A Roadmap for Implementation - Part I: Oral Health Provisions in Health Reform

The first of two white papers on the oral health provisions in the Patient Protection and Affordable Care Act (ACA), A Roadmap for Implementation, Part I: Oral Health Provisions in Health Reform focuses on the oral health promotion provisions in the new law, describes why they are needed and provides recommendations on how to move them from vision to reality.

A companion piece, A Roadmap for Implementation, Part II: Dental Care Provisions in Health Reform has been developed to similarly address the provisions concerning access and coverage, clarifying why dental care and dental coverage are important, how Medicaid, CHIPRA, and ACA work together to provide extensive dental coverage for children, and how ACA impacts the dental safety net and workforce in states. Congress ensured that dental care for children was fully integrated throughout ACA. However, the challenge now is to ensure that the numerous oral health provisions are sufficiently prioritized, supported, implemented, and evaluated so that the promise they hold can be transformed into improved oral health for all.

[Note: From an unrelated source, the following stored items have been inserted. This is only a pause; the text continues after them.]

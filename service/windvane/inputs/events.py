"""Events from the bidder: request, bid, win, impression and click, one JSON object each.

An event is validated whole before anything of it is applied, so a bad line is
rejected cleanly (``BadEvent`` names the field) and never half-counted. Unknown extra
fields are ignored, so producers can add their own without breaking replay.

Replays and stream workers parse every event, so a line is decoded and checked in one
pass by msgspec against the ``Event`` type; only the time needs Python afterwards.
"""

from __future__ import annotations

from typing import Annotated, Literal, get_args

import msgspec
from msgspec import Meta, Struct

from windvane.errors import BadEvent
from windvane.inputs.event_time import EARLIEST_S, LATEST_S, parse_time_s
from windvane.inputs.rtb_objects import (
    Device,
    Flag,
    Geo,
    Identifier,
    Slot,
    check_ids,
    decode_checked,
    unsafe_id,
    validation_problem,
)

# The event kinds, spelled once: the type checks them while decoding, the tuple lists them.
EventKind = Literal["request", "bid", "win", "impression", "click"]
EVENT_KINDS: tuple[str, ...] = get_args(EventKind)

# Fields a definition may name (as a key part or a counted value), with their dotted paths.
EVENT_FIELDS = (
    "kind", "ts", "id", "user", "app", "campaign", "creative", "price",
    "device.ua", "device.model", "device.os", "device.w", "device.h", "device.pxratio",
    "device.lmt", "geo.country", "geo.lat", "geo.lon", "geo.utcoffset", "slot.w", "slot.h",
    "coppa",
)  # fmt: skip


_ID_FIELDS = ("id", "user", "app", "campaign", "creative")


class Event(Struct):
    """One validated event; ``ts_s`` is the event time in seconds, ``ts_ms`` in milliseconds."""

    kind: EventKind
    ts_s: float | str = msgspec.field(name="ts")
    id: Identifier
    user: Identifier | None = None
    app: Identifier | None = None
    campaign: Identifier | None = None
    creative: Identifier | None = None
    price: Annotated[float, Meta(ge=0)] | None = None
    device: Device | None = None
    geo: Geo | None = None
    slot: Slot | None = None
    coppa: Flag | None = False
    # Not read from the line: set from ts_s (the name keeps producers' fields out of it).
    ts_ms: int = msgspec.field(default=0, name="~windvane.ts_ms")
    # True when the user asked not to be tracked (lmt) or is a child (COPPA); set once,
    # since every route of the event asks.
    restricted: bool = msgspec.field(default=False, name="~windvane.restricted")

    def __post_init__(self) -> None:
        ts = self.ts_s
        if not ((type(ts) is float or type(ts) is int) and EARLIEST_S <= ts < LATEST_S):
            try:
                ts = parse_time_s(ts)
            except ValueError as exc:
                raise BadEvent("ts", str(exc)) from None
        if type(ts) is not float:
            ts = float(ts)
        self.ts_s = ts
        self.ts_ms = round(ts * 1000)
        if type(self.coppa) is not bool:
            self.coppa = bool(self.coppa)
        device = self.device
        self.restricted = self.coppa or (device is not None and bool(device.lmt))
        if unsafe_id(f"{self.id}{self.user}{self.app}{self.campaign}{self.creative}"):
            check_ids(self, _ID_FIELDS, BadEvent)

    def field(self, path: str) -> object:
        """The value at a dotted path such as ``user`` or ``geo.country``."""
        head, _, tail = path.partition(".")
        value = getattr(self, "ts_s" if head == "ts" else head, None)
        if tail:
            return getattr(value, tail, None) if value is not None else None
        return value


_DECODER = msgspec.json.Decoder(Event)


def parse_event_line(line: bytes | str) -> Event:
    """Decode and validate one JSON Lines record, or raise ``BadEvent`` naming the field."""
    return decode_checked(_DECODER, line, BadEvent, "not valid JSON")


def parse_event(obj: object) -> Event:
    """Validate an already decoded JSON value (a dict) as an event."""
    try:
        return msgspec.convert(obj, Event)
    except msgspec.ValidationError as exc:
        raise BadEvent(*validation_problem(exc)) from None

ACA references to oral health and dental care are not a loose potpourri of independent provisions but a coherent, fully integrated “systems fix” to a solvable health problem. The potential benefits are manifold: better health at lower cost; greater health equity; enhanced capacity for millions of children to grow, eat, play, and learn; improved general health throughout the lifespan; and –as adults – improved employability and productivity, lower costs to the US military for remedial care of inductees, and potential reductions in premature births. While this vision of the future is possible, it is only attainable if each of the oral health provisions is fully funded and implemented, if all of the provisions are effectively linked together, and if the totality of provisions is supported and subjected to ongoing oversight.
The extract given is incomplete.